Image of an Nvidia microchip with a big crack down the middle. Source: GuerillaStockTrading.com

Nvidia reported adjusted earnings per share of $0.68 on revenues of $30.04 billion, exceeding expectations of $0.64 per share on $28.70 billion in revenue. The company projects $32.50 billion in current-quarter revenue, reflecting 80% year-over-year growth and surpassing analyst estimates of $31.70 billion. Nvidia’s data center business now contributes 88% of its total revenue, with significant reliance on its next-generation AI chip, Blackwell. Nvidia expanded its stock buyback program by $50 billion, increasing the total to $57.5 billion. Despite strong financial results and optimism from management, Nvidia shares fell 7% after hours as investors questioned the sustainability of the AI growth cycle and were concerned about decelerating growth rates and slightly lower-than-expected guidance.
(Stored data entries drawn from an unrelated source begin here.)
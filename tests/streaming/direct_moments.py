"""Block moments straight from data, without a stream: nothing truncated, so that only the statistics are tested."""

from __future__ import annotations

import numpy as np
import numpy.typing as npt

from streaming.moments import Moments
from streaming.probes import rademacher

Array = npt.NDArray[np.float64]


def moments_of(snapshots: Array, n_blocks: int, rank: int | None = None) -> Moments:
    """Moments of (N, m) in ``n_blocks`` equal blocks, in the basis of the leading ``rank`` directions (all rows)."""
    n, m = snapshots.shape
    assert n % n_blocks == 0
    y = snapshots - snapshots[: n // n_blocks].mean(axis=0)
    basis = np.eye(m) if rank is None else np.linalg.svd(y, full_matrices=False)[2][:rank]
    probes = rademacher(m, np.float64).astype(np.float64)
    z = np.concatenate([y @ basis.T, y @ probes.T], axis=1).reshape(n_blocks, n // n_blocks, -1)
    means = z.mean(axis=1)
    centred = z - means[:, None]
    starts = np.arange(0, n, n // n_blocks, dtype=np.float64)
    return Moments(
        counts=np.full(n_blocks, float(n // n_blocks)),
        means=means,
        scatters=centred.transpose(0, 2, 1) @ centred,
        energies=(y**2).sum(axis=1).reshape(n_blocks, -1).sum(axis=1),
        times=np.stack([starts, starts + n // n_blocks - 1], axis=1),
        rank=len(basis),
        probes_basis=probes @ basis.T,
        mean_energy=float((y.mean(axis=0) ** 2).sum()),
    )


def autoregressive(rng: np.random.Generator, n: int, deviations: Array, keep: float) -> Array:
    """Independent AR(1) series with the given standard deviations, (n, k), lag-1 correlation ``keep``."""
    forcing = np.sqrt(1.0 - keep**2) * rng.standard_normal((n, len(deviations)))
    out = np.empty_like(forcing)
    state = rng.standard_normal(len(deviations))
    for i in range(n):
        state = keep * state + forcing[i]
        out[i] = state
    return out * deviations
Earnings Beat and Revenue Growth

NVIDIA reported adjusted earnings per share of $0.68 on revenues of $30.04 billion, topping the anticipated $0.64 per share and $28.70 billion in revenue. Looking ahead, the company projects current-quarter revenue to reach $32.50 billion, which represents an 80% year-over-year (YoY) growth, exceeding the $31.70 billion forecasted by analysts.

While these figures are robust, they mark a slowing from the company’s recent trend of triple-digit percentage growth. After three consecutive quarters of 200% YoY growth, NVIDIA is now facing more challenging comparisons, with sequential quarter-over-quarter (QoQ) growth also decelerating. This shift underscores the company’s current position and the evolving expectations of the market.

The Central Role of AI and Blackwell Chips

NVIDIA’s data center business has become a pivotal component of its revenue stream, accounting for 88% of total revenues. This dominance underscores the importance of NVIDIA’s next-generation AI chip, Blackwell. CFO Colette Kress indicated that the company expects to generate several billions of dollars in revenue from Blackwell, and CEO Jensen Huang confirmed the chip’s readiness, noting, “The change to the mask is complete. There were no functional changes necessary.”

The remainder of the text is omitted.